Das Innere der Volksbühne hat sich in eine dunkle, verführerisch funkelnde Höhle verwandelt. Wenn das Totenreich ein Vorzimmer mit Glam-Appeal hat – so könnte es aussehen. Vor den schwarz gestrichenen Wänden weht ein Glitzervorhang, in der Tiefe der Bühne steht das Haus der Karamasows, ein schwarzer Kasten. Im Rücken der Zuschauer flimmert eine Cola-Leuchtreklame in kyrillscher Schrift, Bretterverschläge schaffen schwer einsehbare Nischen. Bert Neumann hat die Stuhlreihen entfernt und die zur Bühne abfallende Schräge asphaltiert. Man sitzt (und dämmert irgendwann) auf großen, ebenfalls schwarzen und erstaunlich bequemen Sitzsäcken.
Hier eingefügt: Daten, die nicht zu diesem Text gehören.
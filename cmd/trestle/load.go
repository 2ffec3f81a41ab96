package main

import (
	"fmt"
	"strings"

	"github.com/trestle-go/trestle/materials"
	"github.com/trestle-go/trestle/springnet"
)

// loadDemo returns the built-in demo model.
func loadDemo() (*springnet.Model, string, error) {
	m, err := demoModel()
	if err != nil {
		return nil, "", fmt.Errorf("building the demo model: %w", err)
	}
	return m, demoName, nil
}

// loadModel reads the model file name ("-": standard input). The special
// name "demo" is the built-in demo stand.
func loadModel(name string, stdin interface{ Read([]byte) (int, error) }) (*springnet.Model, string, error) {
	if name == "demo" {
		return loadDemo()
	}
	if _, err := readInput(name, stdin); err != nil {
		return nil, "", err
	}
	return nil, "", fmt.Errorf("%s: reading model files needs the model-file package (springnet/modelfile), which is not in this build yet; try the built-in model: trestle analyse demo", displayName(name))
}

// parseLevel reads a --level value.
func parseLevel(s string) (materials.Level, error) {
	switch strings.ToLower(strings.TrimSpace(s)) {
	case "nominal", "nom", "":
		return materials.Nominal, nil
	case "low", "lo":
		return materials.Low, nil
	case "high", "hi":
		return materials.High, nil
	}
	return 0, fmt.Errorf("--level %q: want low, nominal or high", s)
}
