package main

import (
	"errors"
	"os"
	"os/exec"
	"strings"
	"testing"

	"github.com/stretchr/testify/assert"
	"github.com/stretchr/testify/require"
)

// runMainEnv, when set, makes the test binary run main with the rest of
// its arguments (after "--"), so that the exit code of the real program
// can be tested without building it separately.
const runMainEnv = "TRESTLE_TEST_RUN_MAIN"

func TestMain(m *testing.M) {
	if os.Getenv(runMainEnv) == "1" {
		for i, a := range os.Args {
			if a == "--" {
				os.Args = append([]string{"trestle"}, os.Args[i+1:]...)
				break
			}
		}
		main()
		os.Exit(0)
	}
	os.Exit(m.Run())
}

// execMain runs the program as a process and returns its exit code,
// standard output and standard error.
func execMain(t *testing.T, args ...string) (int, string, string) {
	t.Helper()
	cmd := exec.Command(os.Args[0], append([]string{"-test.run=^$", "--"}, args...)...)
	cmd.Env = append(os.Environ(), runMainEnv+"=1")
	var out, errOut strings.Builder
	cmd.Stdout, cmd.Stderr = &out, &errOut
	err := cmd.Run()
	var exit *exec.ExitError
	switch {
	case err == nil:
		return 0, out.String(), errOut.String()
	case errors.As(err, &exit):
		return exit.ExitCode(), out.String(), errOut.String()
	}
	require.NoError(t, err)
	return -1, "", ""
}

func TestExitCodes(t *testing.T) {
	code, out, _ := execMain(t, "sections", "round 40 mm")
	assert.Equal(t, 0, code)
	assert.Contains(t, out, "Section round 40 mm")

	code, out, errOut := execMain(t, "analyse", "no-such-file.toml")
	assert.Equal(t, 1, code, "an error exits 1")
	assert.Empty(t, out)
	assert.True(t, strings.HasPrefix(errOut, "trestle: "), "the error goes to standard error: %q", errOut)
	assert.Contains(t, errOut, "no-such-file.toml")

	code, out, _ = execMain(t, "ringdown", "--help")
	assert.Equal(t, 0, code, "help is not an error")
	assert.Contains(t, out, "Example:")
}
Das Asphalttheater lässt sich als sehr elegante, spöttische Antwort auf die inflationäre Mode des Theaters im öffentlichen Raum verstehen. Mit der neuen Raum-Setzung, seiner letzten Bühnen-Installation, setzt Neumann den Rahmen für die gesamte Endphase der Castof-Volksbühne.
In diesem Raum des Todes, zu Beginn seiner vorletzten Volksbühnen-Spielzeit, inszeniert Castorf „Die Brüder Karamasow“, den metaphysischen 1000-Seiten-Krimi seines Lieblingsautors Dostojewski wie eine Summe. Es  ist der vorläufige Abschluss seiner über anderthalb Jahrzehnte, seit seiner „Dämonen“-Inszenierung betriebenen Auseinandersetzung mit dem Gottsucher-Nihilisten-Werk Dostojewskis, dem westliche Rationalität und Dekadenz so suspekt sind wie die reaktionäre Orthodoxie.
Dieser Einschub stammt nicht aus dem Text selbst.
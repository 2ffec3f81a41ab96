package main

import (
	"fmt"
	"io"
	"strconv"
	"strings"

	"github.com/trestle-go/trestle/springnet"
	"github.com/trestle-go/trestle/springnet/modelfile"
)

func runGenerate(e env) error {
	fl := newFlags("generate", "trestle generate [flags]",
		`Writes a model file for a common stand so nobody types coordinates: a
rectangular frame of legs with stretchers, bracing on chosen faces and a
rigid or beam top, or masonry / cast piers under a rigid slab; feet under
each leg; optionally a machine mass and a top load. Edit the file, then
run trestle analyse on it. Lengths are mm (--units us: in) unless a unit
is given ("1.2m", "48in"); foot stiffness N/µm (us: lbf/in); mass kg (lb);
force N (lbf).`,
		`trestle generate --legs 2x2 --width 1200 --depth 600 --height 800 \
    --section "square-tube 50x3 mm" --stretchers 150 --brace back,left,right \
    --feet z=50,h=5 --loose --machine-mass 350 --out stand.toml
trestle generate --kind piers --legs 2x2 --width 1.5m --depth 0.8m --height 0.6m \
    --material "masonry concrete grouted" --section "block 8in grouted" --out base.toml`, e)
	units := fl.String("units", "si", "default `units` of plain numbers in flags and of the written file: si or us")
	kind := fl.String("kind", "frame", "`kind`: frame (legs, stretchers, bracing) or piers (under a rigid slab)")
	legs := fl.String("legs", "2x2", "legs along the width and the depth, `NxM`")
	width := fl.String("width", "", "distance between the outer leg centre lines along X (required)")
	depth := fl.String("depth", "", "the same along Y (required)")
	height := fl.String("height", "", "floor to top (required)")
	material := fl.String("material", "steel S235", "material of every member (catalogue name)")
	section := fl.String("section", "", "leg or pier section spec, e.g. \"square-tube 50x3 mm\" (required)")
	stretchers := fl.String("stretchers", "", "stretcher heights above the floor, comma-separated")
	stretcherSection := fl.String("stretcher-section", "", "stretcher section spec; default the leg section")
	brace := fl.String("brace", "", "faces to brace: front, back, left, right (comma-separated)")
	pattern := fl.String("brace-pattern", "single", "`pattern`: single diagonal or cross (X) in each panel")
	braceSection := fl.String("brace-section", "", "brace section spec; default the leg section")
	top := fl.String("top", "rigid", "`kind`: rigid (a plate or machine bed) or beams (rails between leg heads)")
	topSection := fl.String("top-section", "", "rail section of a beam top; default the leg section")
	feet := fl.String("feet", "", "foot stiffness, e.g. `z=50,h=5` (vertical, horizontal); none: legs fixed to the floor")
	loose := fl.Bool("loose", false, "feet carry compression only (they lift off)")
	machineMass := fl.String("machine-mass", "", "machine mass on the top")
	machineHeight := fl.String("machine-height", "", "machine centre of mass above the top")
	topLoad := fl.String("top-load", "", "downward force at the centre of the top, as its own load case")
	title := fl.String("title", "", "title written into the file")
	out := fl.String("out", "", "model `file` to write; default standard output")
	replace := fl.Bool("replace", false, "overwrite --out if it exists (it may hold your edits)")
	if _, err := fl.parseWant(e.args, 0, 0); err != nil {
		return handled(err)
	}
	if err := checkNewFile(*out, *replace); err != nil {
		return err
	}
	u, err := parseUnits(*units)
	if err != nil {
		return err
	}
	l := modelfile.Layout{Title: *title, Material: *material, Section: *section,
		StretcherSection: *stretcherSection, BraceSection: *braceSection, TopSection: *topSection,
		CompressionOnly: *loose}
	switch strings.ToLower(*kind) {
	case "frame":
		l.Kind = modelfile.Frame
	case "piers", "pier":
		l.Kind = modelfile.Piers
	default:
		return fmt.Errorf("--kind %q: want frame or piers", *kind)
	}
	nx, ny, ok := strings.Cut(strings.ToLower(*legs), "x")
	if l.LegsX, err = strconv.Atoi(strings.TrimSpace(nx)); !ok || err != nil {
		return fmt.Errorf("--legs %q: want NxM, e.g. 2x3", *legs)
	}
	if l.LegsY, err = strconv.Atoi(strings.TrimSpace(ny)); err != nil {
		return fmt.Errorf("--legs %q: want NxM, e.g. 2x3", *legs)
	}
	for _, d := range []struct {
		name, val string
		dst       *float64
	}{{"width", *width, &l.Width}, {"depth", *depth, &l.Depth}, {"height", *height, &l.Height}} {
		if d.val == "" {
			return fmt.Errorf("generate: --%s is required", d.name)
		}
		if *d.dst, err = parseQuantity(d.name, d.val, u.length(), lengthUnits); err != nil {
			return err
		}
	}
	if *section == "" {
		return fmt.Errorf("generate: --section is required, e.g. --section \"square-tube 50x3 mm\"")
	}
	for _, s := range parseList(*stretchers) {
		h, err := parseQuantity("stretchers", s, u.length(), lengthUnits)
		if err != nil {
			return err
		}
		l.Stretchers = append(l.Stretchers, h)
	}
	var pat modelfile.Pattern
	switch strings.ToLower(*pattern) {
	case "single":
		pat = modelfile.Single
	case "cross", "x":
		pat = modelfile.Cross
	default:
		return fmt.Errorf("--brace-pattern %q: want single or cross", *pattern)
	}
	faces := map[string]modelfile.Face{"front": modelfile.Front, "back": modelfile.Back, "left": modelfile.Left, "right": modelfile.Right}
	for _, f := range parseList(*brace) {
		face, ok := faces[strings.ToLower(f)]
		if !ok {
			return fmt.Errorf("--brace: unknown face %q (use front, back, left, right)", f)
		}
		l.Bracing = append(l.Bracing, modelfile.Bracing{Face: face, Pattern: pat})
	}
	switch strings.ToLower(*top) {
	case "rigid":
		l.Top = modelfile.RigidTop
	case "beams", "beam", "rails":
		l.Top = modelfile.BeamTop
	default:
		return fmt.Errorf("--top %q: want rigid or beams", *top)
	}
	if *feet != "" {
		if l.Feet, err = parseFeet(*feet, u); err != nil {
			return err
		}
	} else if *loose {
		return fmt.Errorf("generate: --loose needs --feet (loose feet need a stiffness)")
	}
	if *machineMass != "" {
		if l.MachineMass, err = parseQuantity("machine-mass", *machineMass, u.mass(), massUnits); err != nil {
			return err
		}
	}
	if *machineHeight != "" {
		if l.MachineHeight, err = parseQuantity("machine-height", *machineHeight, u.length(), lengthUnits); err != nil {
			return err
		}
	}
	if *topLoad != "" {
		if l.TopLoad, err = parseQuantity("top-load", *topLoad, u.force(), forceUnits); err != nil {
			return err
		}
	}
	if u == usUnits {
		l.Units = modelfile.Units{Length: "in", Force: "lbf", Mass: "lb"}
	} else {
		l.Units = modelfile.Units{Length: "mm", Force: "N", Mass: "kg"}
	}
	f, err := modelfile.Generate(l)
	if err != nil {
		return err
	}
	if *out == "" {
		return modelfile.Write(e.stdout, f)
	}
	if err := writeAtomic(*out, nil, func(w io.Writer) error { return modelfile.Write(w, f) }); err != nil {
		return err
	}
	m := f.Model
	fmt.Fprintf(e.stdout, "wrote %s: %d nodes, %d elements, %d load cases. Next: trestle analyse %s\n",
		*out, m.NumNodes(), m.NumElements(), m.NumCases(), *out)
	return nil
}

// parseFeet reads "z=50,h=5" (also x=, y=, rx=, ry=, rz=): stiffness per
// direction in N/µm (us: lbf/in) unless a unit is given; h sets x and y.
// Rotational values are N·m/rad.
func parseFeet(s string, u unitSystem) (springnet.Stiffness6, error) {
	var k springnet.Stiffness6
	for _, item := range parseList(s) {
		key, val, ok := strings.Cut(item, "=")
		if !ok {
			return k, fmt.Errorf("--feet %q: want direction=stiffness pairs, e.g. z=50,h=5", s)
		}
		key = strings.ToLower(strings.TrimSpace(key))
		if strings.HasPrefix(key, "r") {
			v, unit, err := splitNumber(val)
			if err != nil || unit != "" && unit != "N*m/rad" && unit != "N·m/rad" {
				return k, fmt.Errorf("--feet %s: rotational stiffness is a number in N·m/rad", item)
			}
			switch key {
			case "rx":
				k.RX = v
			case "ry":
				k.RY = v
			case "rz":
				k.RZ = v
			default:
				return k, fmt.Errorf("--feet: unknown direction %q (x, y, z, h, rx, ry, rz)", key)
			}
			continue
		}
		v, err := parseQuantity("feet", val, u.stiffness(), stiffnessUnits)
		if err != nil {
			return k, err
		}
		switch key {
		case "x":
			k.X = v
		case "y":
			k.Y = v
		case "z":
			k.Z = v
		case "h":
			k.X, k.Y = v, v
		default:
			return k, fmt.Errorf("--feet: unknown direction %q (x, y, z, h, rx, ry, rz)", key)
		}
	}
	return k, nil
}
Trotz der gut sechseinhalb Stunden ist die Aufführung erstaunlich klar und konzentriert erzählt – ein Meisterwerk. Bei aller Freude am bewährt überschießenden Hardcore-Spiel decken die üblichen Hysterie-Schübe, Durchhängerschleifen und entregelten Delirien den Kern der Erzählung und den Schrecken angesichts einer von Religion befreiten Welt, in der alles erlaubt ist, nicht zu: Castorf, der alte Aufklärungsskeptiker, macht Ernst mit der Dostojewski-Frage, was uns ohne Transzendenz und Jenseits-Hoffnung vor der Barbarei bewahrt. Sein Allstar-Ensemble ist bestens aufgelegt. Hendrik Arnst als Lüstling Karamasow ist eine Sensation, hart und kaputt und jovial – ein Monster, das die Ermordung durch einen seiner Söhne redlich verdient hat. Alexander Scheer tobt als Iwan Karamasow atemberaubend durch den Abend und über das Dach der Volksbühne, Marc Hosemann als sei Bruder Dmitrij hat die nötigen Abgründe, Sophie Rois ist als ihr illegitimer Halbbruder zum Hinknien, Daniel Zillmann als ihr religiös empfindlicher Bruder Alexeej ist eine Entdeckung.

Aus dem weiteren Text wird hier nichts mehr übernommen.